(UPDATE: Here’s a December 2017 status report on our work with the Twitter archives.)
An element of our mission at the Library of Congress is to collect the story of America and to acquire collections that will have research value. So when the Library had the opportunity to acquire an archive from the popular social media service Twitter, we decided this was a collection that should be here.
In April 2010, the Library and Twitter signed an agreement providing the Library the public tweets from the company’s inception through the date of the agreement, an archive of tweets from 2006 through April 2010. Additionally, the Library and Twitter agreed that Twitter would provide all public tweets on an ongoing basis under the same terms.
The Library’s first objectives were to acquire and preserve the 2006-10 archive; to establish a secure, sustainable process for receiving and preserving a daily, ongoing stream of tweets through the present day; and to create a structure for organizing the entire archive by date.
This month, all those objectives will be completed. We now have an archive of approximately 170 billion tweets and growing. The volume of tweets the Library receives each day has grown from 140 million beginning in February 2011 to nearly half a billion tweets each day as of October 2012.

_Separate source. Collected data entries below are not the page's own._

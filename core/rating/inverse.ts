import type { Rating } from './types';
import { requireFinite, validateSegments } from './validate';

/**
 * Gauge height (m) at which the rating, with stage shift shift_m (m), first reaches discharge_m3s (m³/s):
 * the zero-flow stage for 0; the breakpoint itself when the discharge falls in an upward jump there.
 */
export function stageAt(rating: Rating, discharge_m3s: number, shift_m = 0): number {
  validateSegments('stageAt', rating);
  requireFinite('stageAt', 'discharge_m3s', discharge_m3s);
  requireFinite('stageAt', 'shift_m', shift_m);
  if (discharge_m3s < 0) {
    throw new RangeError(`stageAt needs a discharge ≥ 0 m³/s; got ${discharge_m3s}`);
  }
  const segments = rating.segments;
  if (discharge_m3s === 0) return segments[0].offset_m - shift_m;
  // Each segment is strictly increasing, so the target lies in the first one whose top value exceeds it;
  // the top segment is unbounded above.
  let i = 0;
  for (; i < segments.length - 1; i++) {
    const s = segments[i];
    const top = segments[i + 1].fromStage_m;
    const qTop = top > s.offset_m ? s.coefficient * Math.pow(top - s.offset_m, s.exponent) : 0;
    if (discharge_m3s < qTop) break;
  }
  const s = segments[i];
  const h = s.offset_m + Math.pow(discharge_m3s / s.coefficient, 1 / s.exponent);
  const bottom = i === 0 ? -Infinity : s.fromStage_m;
  return Math.max(h, bottom) - shift_m;
}
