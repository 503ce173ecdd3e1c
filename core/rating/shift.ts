import { stageAt } from './inverse';
import type { GaugingPoint, Rating } from './types';
import { requireFinite } from './validate';

/**
 * The stage shift (m) that passes the rating through one gauging: s = stageAt(Q_meas) − h, which for
 * one segment is e + (Q_meas/C)^(1/b) − h. Positive for scour, negative for fill or weed.
 */
export function shiftFor(rating: Rating, point: GaugingPoint): number {
  requireFinite('shiftFor', 'gauging stage_m', point?.stage_m);
  requireFinite('shiftFor', 'gauging discharge_m3s', point?.discharge_m3s);
  if (point.discharge_m3s < 0) {
    throw new RangeError(`shiftFor needs a gauged discharge ≥ 0 m³/s; got ${point.discharge_m3s}`);
  }
  return stageAt(rating, point.discharge_m3s) - point.stage_m;
}
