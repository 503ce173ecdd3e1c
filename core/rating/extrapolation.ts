import type { Rating } from './types';
import { requireFinite, validateRating } from './validate';

/**
 * Whether a discharge at gauge height stage_m (m) is extrapolated: true below the lowest or above the
 * highest gauged stage; false inside it, and false when the rating carries no gauged range.
 */
export function isExtrapolated(rating: Rating, stage_m: number): boolean {
  validateRating('isExtrapolated', rating);
  requireFinite('isExtrapolated', 'stage_m', stage_m);
  const range = rating.gaugedRange_m;
  if (range === undefined) return false;
  return stage_m < range[0] || stage_m > range[1];
}
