import type { Rating } from './types';
import { requireFinite, validateSegments } from './validate';

/**
 * Gauge height (m) at which the rating, with stage shift shift_m (m), first reaches discharge_m3s (m³/s):
 * the zero-flow stage for 0; the breakpoint itself when the discharge falls in an upward jump there.
 */
export function stageAt(rating: Rating, discharge_m3s: number, shift_m = 0): number {
  validateSegments('stageAt', rating);
  requireFinite('stageAt', 'discharge_m3s', discharge_m3s);
  requireFinite('stageAt', 'shift_m', shift_m);
  if (discharge_m3s < 0) {
    throw new RangeError(`stageAt needs a discharge ≥ 0 m³/s; got ${discharge_m3s}`);
  }
  const segments = rating.segments;
  if (discharge_m3s === 0) return segments[0].offset_m - shift_m;
  for (let i = 0; i < segments.length; i++) {
    const s = segments[i];
    const last = i === segments.length - 1;
    if (!last) {
      const top = segments[i + 1].fromStage_m;
      const qTop = top > s.offset_m ? s.coefficient * Math.pow(top - s.offset_m, s.exponent) : 0;
      // Each segment is strictly increasing, so the target lies in this one when it is below its top value.
      if (!(discharge_m3s < qTop)) continue;
    }
    const h = s.offset_m + Math.pow(discharge_m3s / s.coefficient, 1 / s.exponent);
    const bottom = i === 0 ? -Infinity : s.fromStage_m;
    return Math.max(h, bottom) - shift_m;
  }
  throw new RangeError('stageAt found no segment for the discharge; the rating must have at least one segment');
}
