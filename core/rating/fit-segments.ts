import { ratingContinuity } from './continuity';
import { dischargeAt } from './evaluate';
import { fitRating, type RatingFit } from './fit';
import { fitJoined } from './joined-fit';
import type { GaugingPoint, Rating } from './types';
import { requireFinite } from './validate';

/**
 * Options of fitSegments: breakpoint_m (m) splits the gaugings into a lower segment (stage below it)
 * and an upper one (at or above it); offset_m (m) fixes the lower segment's offset; join fits both
 * segments together under continuity at the breakpoint (DOMAIN.md §2).
 */
export interface FitSegmentsOptions {
  breakpoint_m?: number;
  offset_m?: number;
  join?: boolean;
}

/** A one- or two-segment rating fitted to gaugings, with statistics over all the gaugings used (%). */
export interface SegmentsFit {
  rating: Rating;
  /** 100 × √(Σ(ln Q_i − ln Q̂_i)²/(n − p)) over every gauging, p = all fitted parameters, percent. */
  standardError_pct: number;
  /** 100·(Q_meas − Q_rating)/Q_rating per gauging, in input order. */
  deviations_pct: number[];
  /** Each segment fitted apart on its own gaugings, lowest first (with join, for comparison only). */
  parts: RatingFit[];
  /** Plain sentences: each part's warnings (named by segment when two) and the continuity check. */
  warnings: string[];
  /** n − p. */
  degreesOfFreedom: number;
}

/**
 * Fits a rating of one segment (no breakpoint) or two (split at breakpoint_m) to gaugings in log space,
 * each segment by fitRating. The upper segment's offset is always searched. With join the two segments
 * are fitted together: the log-space sum of squares over all gaugings is minimised with the upper
 * coefficient tied to the lower segment by continuity at the breakpoint and the offsets and exponents
 * free (one parameter fewer), never a rescale of a segment fitted apart. Throws a RangeError naming the
 * problem (too few gaugings on a side, an upper offset not below the breakpoint, bad numbers).
 */
export function fitSegments(points: readonly GaugingPoint[], options: FitSegmentsOptions = {}): SegmentsFit {
  const { breakpoint_m, offset_m, join = false } = options;
  if (breakpoint_m === undefined) {
    const fit = fitRating(points, offset_m === undefined ? {} : { offset_m });
    return {
      rating: { segments: [fit.segment], gaugedRange_m: fit.gaugedRange_m },
      standardError_pct: fit.standardError_pct,
      deviations_pct: fit.deviations_pct,
      parts: [fit],
      warnings: fit.warnings,
      degreesOfFreedom: fit.degreesOfFreedom,
    };
  }
  requireFinite('fitSegments', 'breakpoint_m', breakpoint_m);
  const lower = points.filter((p) => p.stage_m < breakpoint_m);
  const upper = points.filter((p) => p.stage_m >= breakpoint_m);
  const side = (what: string, run: () => RatingFit): RatingFit => {
    try {
      return run();
    } catch (err) {
      if (err instanceof RangeError) throw new RangeError(`fitSegments: the ${what} segment (gaugings ${what === 'lower' ? 'below' : 'at or above'} the breakpoint ${breakpoint_m} m): ${err.message}`);
      throw err;
    }
  };
  const low = side('lower', () => fitRating(lower, offset_m === undefined ? {} : { offset_m }));
  const high = side('upper', () => fitRating(upper));
  if (!join && !(high.segment.offset_m < breakpoint_m)) {
    throw new RangeError(
      `fitSegments needs the upper segment's offset below the breakpoint ${breakpoint_m} m; the upper gaugings give ${high.segment.offset_m.toFixed(3)} m, so move the breakpoint up to the lowest upper gauging or fit one segment`,
    );
  }
  let lowerSegment = low.segment;
  let upperSegment = { ...high.segment, fromStage_m: breakpoint_m };
  if (join) {
    const joined = fitJoined(lower, upper, breakpoint_m, { lowerOffset_m: low.segment.offset_m, upperOffset_m: high.segment.offset_m }, offset_m);
    if (!(joined.lower.exponent > 0) || !(joined.upper.exponent > 0)) {
      throw new RangeError(
        `fitSegments needs gaugings whose discharge rises with stage on both sides of the breakpoint ${breakpoint_m} m; the joined fit gives exponents ${joined.lower.exponent.toPrecision(3)} and ${joined.upper.exponent.toPrecision(3)}`,
      );
    }
    lowerSegment = joined.lower;
    upperSegment = joined.upper;
  }
  const lo = Math.min(low.gaugedRange_m[0], high.gaugedRange_m[0]);
  const hi = Math.max(low.gaugedRange_m[1], high.gaugedRange_m[1]);
  const rating: Rating = { segments: [lowerSegment, upperSegment], gaugedRange_m: [lo, hi] };
  let sse = 0;
  const deviations_pct = points.map((p) => {
    const rated = dischargeAt(rating, p.stage_m);
    const r = Math.log(p.discharge_m3s) - Math.log(rated);
    sse += r * r;
    return (100 * (p.discharge_m3s - rated)) / rated;
  });
  const parameters = (offset_m === undefined ? 3 : 2) + (join ? 2 : 3);
  const dof = points.length - parameters;
  // Each part numbers its own gaugings; say the index in the caller's list instead.
  const lowerAt: number[] = [];
  const upperAt: number[] = [];
  points.forEach((p, i) => (p.stage_m < breakpoint_m ? lowerAt : upperAt).push(i));
  const renumber = (w: string, at: number[]) => w.replace(/gauging at index (\d+)/g, (_m, k: string) => `gauging at index ${at[Number(k)]}`);
  const warnings = [
    ...low.warnings.map((w) => `Lower segment: ${renumber(w, lowerAt)}`),
    ...high.warnings.map((w) => `Upper segment: ${renumber(w, upperAt)}`),
    ...ratingContinuity(rating).warnings,
  ];
  return {
    rating,
    standardError_pct: 100 * Math.sqrt(sse / dof),
    deviations_pct,
    parts: [low, high],
    warnings,
    degreesOfFreedom: dof,
  };
}
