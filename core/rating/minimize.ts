/** Result of a one-dimensional minimisation: the abscissa, the function value there, and the evaluations used. */
export interface Minimum {
  x: number;
  value: number;
  evaluations: number;
}

const GOLDEN = 0.3819660112501051; // (3 − √5)/2

/**
 * Minimises f on the bracket [a, b] by Brent's method (golden-section steps with parabolic
 * interpolation; Brent 1973, "Algorithms for Minimization without Derivatives", ch. 5), starting from
 * `start` inside the bracket. Stops when the bracket around the best point is below
 * 2·(relTol·|x| + absTol).
 */
export function brentMinimize(
  f: (x: number) => number,
  a: number,
  b: number,
  start: number,
  relTol = 1e-10,
  absTol = 1e-12,
  maxIterations = 200,
): Minimum {
  if (!(a < b) || !(start >= a && start <= b)) {
    throw new RangeError(`brentMinimize needs a < b and a ≤ start ≤ b; got [${a}, ${b}] and start ${start}`);
  }
  let x = start;
  let w = x;
  let v = x;
  let fx = f(x);
  let fw = fx;
  let fv = fx;
  let d = 0;
  let e = 0;
  let evaluations = 1;
  for (let iter = 0; iter < maxIterations; iter++) {
    const m = 0.5 * (a + b);
    const tol1 = relTol * Math.abs(x) + absTol;
    const tol2 = 2 * tol1;
    if (Math.abs(x - m) <= tol2 - 0.5 * (b - a)) break;
    let useGolden = true;
    if (Math.abs(e) > tol1) {
      // Parabola through (x, fx), (w, fw), (v, fv); accept its vertex only if it lies well inside the
      // bracket and the step is less than half the step before last (Brent's safeguard).
      let r = (x - w) * (fx - fv);
      let q = (x - v) * (fx - fw);
      let p = (x - v) * q - (x - w) * r;
      q = 2 * (q - r);
      if (q > 0) p = -p;
      else q = -q;
      r = e;
      e = d;
      if (Math.abs(p) < Math.abs(0.5 * q * r) && p > q * (a - x) && p < q * (b - x)) {
        d = p / q;
        const u = x + d;
        if (u - a < tol2 || b - u < tol2) d = x < m ? tol1 : -tol1;
        useGolden = false;
      }
    }
    if (useGolden) {
      e = x < m ? b - x : a - x;
      d = GOLDEN * e;
    }
    const u = Math.abs(d) >= tol1 ? x + d : x + (d > 0 ? tol1 : -tol1);
    const fu = f(u);
    evaluations++;
    if (fu <= fx) {
      if (u < x) b = x;
      else a = x;
      v = w;
      fv = fw;
      w = x;
      fw = fx;
      x = u;
      fx = fu;
    } else {
      if (u < x) a = u;
      else b = u;
      if (fu <= fw || w === x) {
        v = w;
        fv = fw;
        w = u;
        fw = fu;
      } else if (fu <= fv || v === x || v === w) {
        v = u;
        fv = fu;
      }
    }
  }
  return { x, value: fx, evaluations };
}

/**
 * Minimises f over [lo, hi] when f may have several dips: scans `gridPoints` equally spaced points and
 * the `seeds` (each already inside [lo, hi]), then refines by Brent's method between the best point's
 * neighbours. Returns the abscissa found. Throws a RangeError unless lo < hi and gridPoints ≥ 2.
 */
export function scanThenBrent(f: (x: number) => number, lo: number, hi: number, gridPoints: number, seeds: readonly number[] = []): number {
  if (!(lo < hi) || !(gridPoints >= 2)) {
    throw new RangeError(`scanThenBrent needs lo < hi and at least 2 grid points; got [${lo}, ${hi}] and ${gridPoints}`);
  }
  const grid: number[] = [];
  for (let k = 0; k < gridPoints; k++) grid.push(lo + ((hi - lo) * k) / (gridPoints - 1));
  grid.push(...seeds);
  grid.sort((a, b) => a - b);
  let best = 0;
  let bestF = Infinity;
  for (let k = 0; k < grid.length; k++) {
    const v = f(grid[k]);
    if (v < bestF) {
      bestF = v;
      best = k;
    }
  }
  const a = grid[Math.max(0, best - 1)];
  const b = grid[Math.min(grid.length - 1, best + 1)];
  return brentMinimize(f, a, b, grid[best]).x;
}
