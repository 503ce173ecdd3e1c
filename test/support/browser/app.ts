// The built app open in Chromium as most browser specs begin: served by `vite preview`, a fresh phone-sized
// browser, one page on the app; and the moves those specs share (open a screen, load the demo site).
import type { Page } from 'playwright-core';
import { DEMO_SITE_ID } from '../../../core';
import { launchBrowser, startPreview, type Browser, type Preview } from './harness';

/** The app under test: its server, the browser and the page opened on it. */
export interface AppSession {
  server: Preview;
  browser: Browser;
  page: Page;
  /** Closes the browser, then stops the server. */
  close(): Promise<void>;
}

/** How to open the app. */
export interface OpenAppOptions {
  /** The first address's hash ('' for the start page). */
  hash?: string;
  /** Wait until the service worker controls the page, so the app opens again with no network (default true). */
  controlled?: boolean;
  /** Every uncaught error of the page is pushed here (listening from before the first address). */
  pageErrors?: string[];
  /** Run on the browser before the page opens (e.g. an init script). */
  beforePage?: (browser: Browser) => Promise<unknown>;
}

/** Serves the built app on 127.0.0.1:`port`, launches Chromium and opens the app in one page. */
export async function openApp(port: number, options: OpenAppOptions = {}): Promise<AppSession> {
  const server = await startPreview(port);
  let browser: Browser | undefined;
  const close = async (): Promise<void> => {
    await browser?.close();
    await server.stop();
  };
  try {
    browser = await launchBrowser();
    await options.beforePage?.(browser);
    const page = await browser.context.newPage();
    const errors = options.pageErrors;
    if (errors) page.on('pageerror', (e) => errors.push(e.message));
    await page.goto(server.url + (options.hash ?? ''));
    if (options.controlled ?? true) await page.waitForFunction(() => !!navigator.serviceWorker.controller);
    return { server, browser, page, close };
  } catch (e) {
    await close();
    throw e;
  }
}

/** Opens `hash` of the app at `url` by a fresh navigation and waits for the screen's title. */
export async function goTo(page: Page, url: string, hash: string): Promise<void> {
  await page.goto(url + hash);
  await page.locator('#screen-title').waitFor();
}

/** On the empty Sites screen: loads the demo site with its button and waits for the demo site's page. */
export async function loadDemoSite(page: Page): Promise<void> {
  await page.getByRole('button', { name: 'Load the demo site' }).click();
  await page.waitForFunction((id) => location.hash === `#/sites/${id}`, DEMO_SITE_ID, { timeout: 60_000 });
}

/** Moves inside the app by its hash route (no reload, so it works offline too) and waits for the screen's title. */
export async function goByHash(page: Page, hash: string): Promise<void> {
  await page.evaluate((h) => (location.hash = h), hash);
  await page.waitForFunction((h) => location.hash === h, hash);
  await page.locator('#screen-title').waitFor();
}

/** Resolves once `check` holds, asking every `poll_ms`; throws "Timed out waiting until <what>" after `timeout_ms`. */
export async function until(what: string, check: () => boolean | Promise<boolean>, timeout_ms = 30_000, poll_ms = 200): Promise<void> {
  const end = Date.now() + timeout_ms;
  while (!(await check())) {
    if (Date.now() > end) throw new Error(`Timed out waiting until ${what}`);
    await new Promise((r) => setTimeout(r, poll_ms));
  }
}
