// Builds the app once before the browser tests when there is no build yet (npm test builds it anyway).
import { spawnSync } from 'node:child_process';
import { existsSync } from 'node:fs';
import { join } from 'node:path';
import { ROOT } from './harness';

export default function setup(): void {
  if (existsSync(join(ROOT, 'dist/index.html'))) return;
  const r = spawnSync(process.execPath, [join(ROOT, 'node_modules/vite/bin/vite.js'), 'build', '--logLevel', 'warn'], { cwd: ROOT, stdio: 'inherit' });
  if (r.status !== 0) throw new Error('vite build failed before the browser tests');
}
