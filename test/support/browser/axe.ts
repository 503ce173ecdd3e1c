// Runs axe-core (npm axe-core, injected into the page) and returns its serious and critical findings.
import { readFileSync } from 'node:fs';
import { createRequire } from 'node:module';
import type { Page } from 'playwright-core';

const axePath = createRequire(import.meta.url).resolve('axe-core/axe.min.js');

/** A serious or critical accessibility violation, summarised for a readable test failure. */
export interface AxeFinding {
  id: string;
  impact: string;
  help: string;
  targets: string[];
}

/** Serious and critical axe-core violations on the page as it is now. */
export async function seriousViolations(page: Page): Promise<AxeFinding[]> {
  // Evaluated through the DevTools protocol, not added as a <script>: the app's Content-Security-Policy
  // refuses inline scripts, and a test must not weaken it.
  if (!(await page.evaluate(() => 'axe' in window))) await page.evaluate(`${readFileSync(axePath, 'utf8')}\n;window.axe = axe;`);
  const results = await page.evaluate(async () => {
    const axe = (window as unknown as { axe: { run(ctx: Document, opts: object): Promise<{ violations: { id: string; impact: string | null; help: string; nodes: { target: string[] }[] }[] }> } }).axe;
    const r = await axe.run(document, { resultTypes: ['violations'] });
    return r.violations.map((v) => ({ id: v.id, impact: v.impact ?? '', help: v.help, targets: v.nodes.map((n) => n.target.join(' ')) }));
  });
  return results.filter((v) => v.impact === 'serious' || v.impact === 'critical');
}
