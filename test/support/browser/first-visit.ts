// Measures the JavaScript and CSS a first visit loads: every script and stylesheet the page itself
// requests (not the service worker's background precache of later screens), gzipped at level 9.
import { gzipSync } from 'node:zlib';
import { launchBrowser } from './harness';

/** One file loaded by the first visit, with its raw and gzip sizes in bytes. */
export interface LoadedFile {
  url: string;
  kind: 'script' | 'stylesheet';
  raw_bytes: number;
  gzip_bytes: number;
}

/** The first-visit budget in gzip bytes (45 KiB, issue 23). */
export const FIRST_VISIT_BUDGET_BYTES = 45 * 1024;

/** Loads `url` in a fresh Chromium profile and returns the scripts and stylesheets it fetched. */
export async function measureFirstVisit(url: string): Promise<{ files: LoadedFile[]; total_gzip_bytes: number }> {
  const browser = await launchBrowser();
  try {
    const page = await browser.context.newPage();
    const pending: Promise<LoadedFile | undefined>[] = [];
    page.on('response', (res) => {
      const kind = res.request().resourceType();
      if (kind !== 'script' && kind !== 'stylesheet') return;
      if (res.request().frame() !== page.mainFrame()) return;
      pending.push(
        res.body().then(
          (body) => ({ url: res.url(), kind, raw_bytes: body.length, gzip_bytes: gzipSync(body, { level: 9 }).length }),
          () => undefined,
        ),
      );
    });
    await page.goto(url, { waitUntil: 'networkidle' });
    await page.locator('#screen-title').waitFor();
    const files = (await Promise.all(pending)).filter((f): f is LoadedFile => !!f);
    return { files, total_gzip_bytes: files.reduce((s, f) => s + f.gzip_bytes, 0) };
  } finally {
    await browser.close();
  }
}
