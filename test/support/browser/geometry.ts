// Element geometry in the page for layout checks: boxes by selector, intersection, and whether text
// runs onto more than one line. Rectangles are the browser's own (getBoundingClientRect, Range rects).
import type { Page } from 'playwright-core';

/** A box in CSS px, as getBoundingClientRect gives it. */
export interface Box {
  x: number;
  y: number;
  width: number;
  height: number;
}

/** Whether two boxes share any area (touching edges do not count). */
export function intersects(a: Box, b: Box): boolean {
  return a.x < b.x + b.width && b.x < a.x + a.width && a.y < b.y + b.height && b.y < a.y + a.height;
}

/** Whether inner lies within outer, to within tolerance px. */
export function within(inner: Box, outer: Box, tolerance = 0.5): boolean {
  return inner.x >= outer.x - tolerance && inner.y >= outer.y - tolerance && inner.x + inner.width <= outer.x + outer.width + tolerance && inner.y + inner.height <= outer.y + outer.height + tolerance;
}

/** The boxes of every element matching selector, in document order. */
export function boxes(page: Page, selector: string): Promise<Box[]> {
  return page.$$eval(selector, (els) => els.map((e) => {
    const r = e.getBoundingClientRect();
    return { x: r.x, y: r.y, width: r.width, height: r.height };
  }));
}

/** The text of each element matching selector that runs onto more than one line (by its line boxes). */
export function wrappedTexts(page: Page, selector: string): Promise<string[]> {
  return page.$$eval(selector, (els) => els.flatMap((e) => {
    const range = document.createRange();
    range.selectNodeContents(e);
    const tops = new Set([...range.getClientRects()].filter((r) => r.width > 0).map((r) => Math.round(r.top)));
    return tops.size > 1 ? [e.textContent ?? ''] : [];
  }));
}
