import type { Rating } from './types';

/** Throws a RangeError naming the problem when `x` is not a finite number; `what` names the value. */
export function requireFinite(fn: string, what: string, x: number): void {
  if (typeof x !== 'number' || !Number.isFinite(x)) {
    throw new RangeError(`${fn} needs a finite ${what}; got ${String(x)}`);
  }
}

/**
 * Checks a rating's segments: at least one; every field finite; coefficient and exponent > 0; strictly
 * ascending by fromStage_m; above the first, each segment's offset below its breakpoint (so it carries
 * flow where it starts). Throws a RangeError naming the problem.
 */
export function validateSegments(fn: string, rating: Rating): void {
  const segments = rating?.segments;
  if (!Array.isArray(segments) || segments.length === 0) {
    throw new RangeError(`${fn} needs a rating with at least one segment; got ${segments === undefined ? 'none' : 'an empty list'}`);
  }
  for (let i = 0; i < segments.length; i++) {
    const s = segments[i];
    const name = `segment ${i}`;
    requireFinite(fn, `fromStage_m in ${name}`, s.fromStage_m);
    requireFinite(fn, `offset_m in ${name}`, s.offset_m);
    requireFinite(fn, `coefficient in ${name}`, s.coefficient);
    requireFinite(fn, `exponent in ${name}`, s.exponent);
    if (s.coefficient <= 0) {
      throw new RangeError(`${fn} needs a coefficient > 0 in ${name}; got ${s.coefficient}`);
    }
    if (s.exponent <= 0) {
      throw new RangeError(`${fn} needs an exponent > 0 in ${name}; got ${s.exponent}`);
    }
    if (i > 0) {
      const below = segments[i - 1];
      if (!(s.fromStage_m > below.fromStage_m)) {
        throw new RangeError(
          `${fn} needs segments sorted by fromStage_m, strictly ascending; ${name} starts at ${s.fromStage_m} m, not above segment ${i - 1} at ${below.fromStage_m} m`,
        );
      }
      if (!(s.offset_m < s.fromStage_m)) {
        throw new RangeError(
          `${fn} needs each segment above the first to have its offset below its breakpoint; ${name} has offset_m ${s.offset_m} m at or above fromStage_m ${s.fromStage_m} m`,
        );
      }
    }
  }
}

/** Checks a whole rating: its segments, and a gauged range, when given, finite with low ≤ high. */
export function validateRating(fn: string, rating: Rating): void {
  validateSegments(fn, rating);
  const range = rating.gaugedRange_m;
  if (range !== undefined) {
    if (!Array.isArray(range) || range.length !== 2) {
      throw new RangeError(`${fn} needs gaugedRange_m as [lowest, highest] stage in m; got ${String(range)}`);
    }
    requireFinite(fn, 'lowest gauged stage (gaugedRange_m[0])', range[0]);
    requireFinite(fn, 'highest gauged stage (gaugedRange_m[1])', range[1]);
    if (range[0] > range[1]) {
      throw new RangeError(`${fn} needs gaugedRange_m with lowest ≤ highest; got [${range[0]}, ${range[1]}]`);
    }
  }
}

/** Throws a RangeError naming which of stage and shift is not finite. */
export function rejectStageAndShift(fn: string, stage_m: number, shift_m: number): never {
  requireFinite(fn, 'stage_m', stage_m);
  requireFinite(fn, 'shift_m', shift_m);
  throw new RangeError(`${fn} needs a finite stage_m + shift_m; got ${stage_m} + ${shift_m}`);
}
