import { requireFinite } from './validate';

/** Quality grade of a discharge measurement, by its percent uncertainty. */
export type MeasurementGrade = 'excellent' | 'good' | 'fair' | 'poor';

/** Upper uncertainty limit (%) of each grade; poor has none (USGS discharge-measurement quality codes). */
export const GRADE_LIMITS_PCT: Readonly<Record<MeasurementGrade, number>> = {
  excellent: 2,
  good: 5,
  fair: 8,
  poor: Infinity,
};

/** The grade for a measurement uncertainty in percent: excellent ≤ 2, good ≤ 5, fair ≤ 8, poor above. */
export function gradeOf(uncertainty_pct: number): MeasurementGrade {
  requireFinite('gradeOf', 'uncertainty_pct', uncertainty_pct);
  if (uncertainty_pct < 0) throw new RangeError(`gradeOf needs an uncertainty ≥ 0 %; got ${uncertainty_pct}`);
  if (uncertainty_pct <= GRADE_LIMITS_PCT.excellent) return 'excellent';
  if (uncertainty_pct <= GRADE_LIMITS_PCT.good) return 'good';
  if (uncertainty_pct <= GRADE_LIMITS_PCT.fair) return 'fair';
  return 'poor';
}

/**
 * Whether a gauging deviating deviation_pct (%) from the rating checks it within its grade: |d| ≤ the
 * grade's limit. A poor gauging has no upper limit, so its deviation alone never disproves the rating.
 */
export function checksRating(deviation_pct: number, grade: MeasurementGrade): boolean {
  requireFinite('checksRating', 'deviation_pct', deviation_pct);
  switch (grade) {
    case 'excellent':
    case 'good':
    case 'fair':
    case 'poor':
      return Math.abs(deviation_pct) <= GRADE_LIMITS_PCT[grade];
    default: {
      const unknown: never = grade;
      throw new RangeError(`checksRating needs a grade of 'excellent', 'good', 'fair' or 'poor'; got ${String(unknown)}`);
    }
  }
}
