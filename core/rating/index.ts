// Stage–discharge ratings: evaluate, invert, tabulate, check, fit, shift, grade.
export type { GaugingPoint, Rating, RatingSegment } from './types';
export { dischargeAt, segmentIndexAt } from './evaluate';
export { stageAt } from './inverse';
export { zeroFlowStage_m } from './zero-flow';
export { isExtrapolated } from './extrapolation';
export { ratingTable, RATING_TABLE_MAX_ROWS, type RatingTableRow } from './table';
export { ratingContinuity, continuousCoefficient, CONTINUITY_TOLERANCE, type BreakpointCheck } from './continuity';
export {
  fitRating,
  FIT_ADVISED_GAUGINGS,
  OFFSET_SEARCH_SPANS,
  USUAL_EXPONENT_RANGE,
  type FitRatingOptions,
  type RatingFit,
} from './fit';
export { johnsonOffset, johnsonOffsetOf } from './johnson';
export { shiftFor } from './shift';
export { constantShift, shiftFromCurve, type ShiftCurve } from './shift-curve';
export { shiftAt, type DatedShift } from './shift-schedule';
export { checksRating, gradeOf, GRADE_LIMITS_PCT, type MeasurementGrade } from './grade';
export { gaugingCheck, type GaugedPoint, type GaugingCheck } from './gauging-check';
export { validateRating } from './validate';
export { fitSegments, type FitSegmentsOptions, type SegmentsFit } from './fit-segments';
export { ratingFromTable, type TableRow } from './from-table';
export {
  dischargeAtTime, dischargeThrough, hasDischarge, NO_DISCHARGE, ratingInForce, type DatedRating, type DischargeSeries, type StageDischarge,
} from './in-force';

The Library’s focus now is on addressing the significant technology challenges to making the archive accessible to researchers in a comprehensive, useful way. These efforts are ongoing and a priority for the Library.
Twitter is a new kind of collection for the Library of Congress but an important one to its mission. As society turns to social media as a primary method of communication and creative expression, social media is supplementing, and in some cases supplanting, letters, journals, serial publications and other sources routinely collected by research libraries.
Although the Library has been building and stabilizing the archive and has not yet offered researchers access, we have nevertheless received approximately 400 inquiries from researchers all over the world. Some broad topics of interest expressed by researchers run from patterns in the rise of citizen journalism and elected officials’ communications to tracking vaccination rates and predicting stock market activity.
Attached is a white paper [PDF] that summarizes the Library’s work to date and outlines present-day progress and challenges.
When and how will we be able to access all the tweets?
Thanks Rick. Technology to allow for scholarship access to large data sets is lagging
behind technology for creating and distributing such data. The Library is
working to develop a basic level of access that can be implemented while
archival access technologies catch up. These efforts are ongoing a priority
for the Library, but we cannot provide an estimated timeframe at this point.
When technologically feasible, access to the archive would be offered to
researchers on site.
Though this is not my insight, is it applicable to this project of archiving the Tweets of Twitter (& in #haiku form)?
& nobody is list’nen
4 not feel’N heard
cc 2012 greg robie
And that should have been 2013, not 2012 . . . which is corrected in the Tweet I tweeted of it. 😉
I’m sorry, but this is ridiculous. Of all the worthless things to archive, we are spending money on this?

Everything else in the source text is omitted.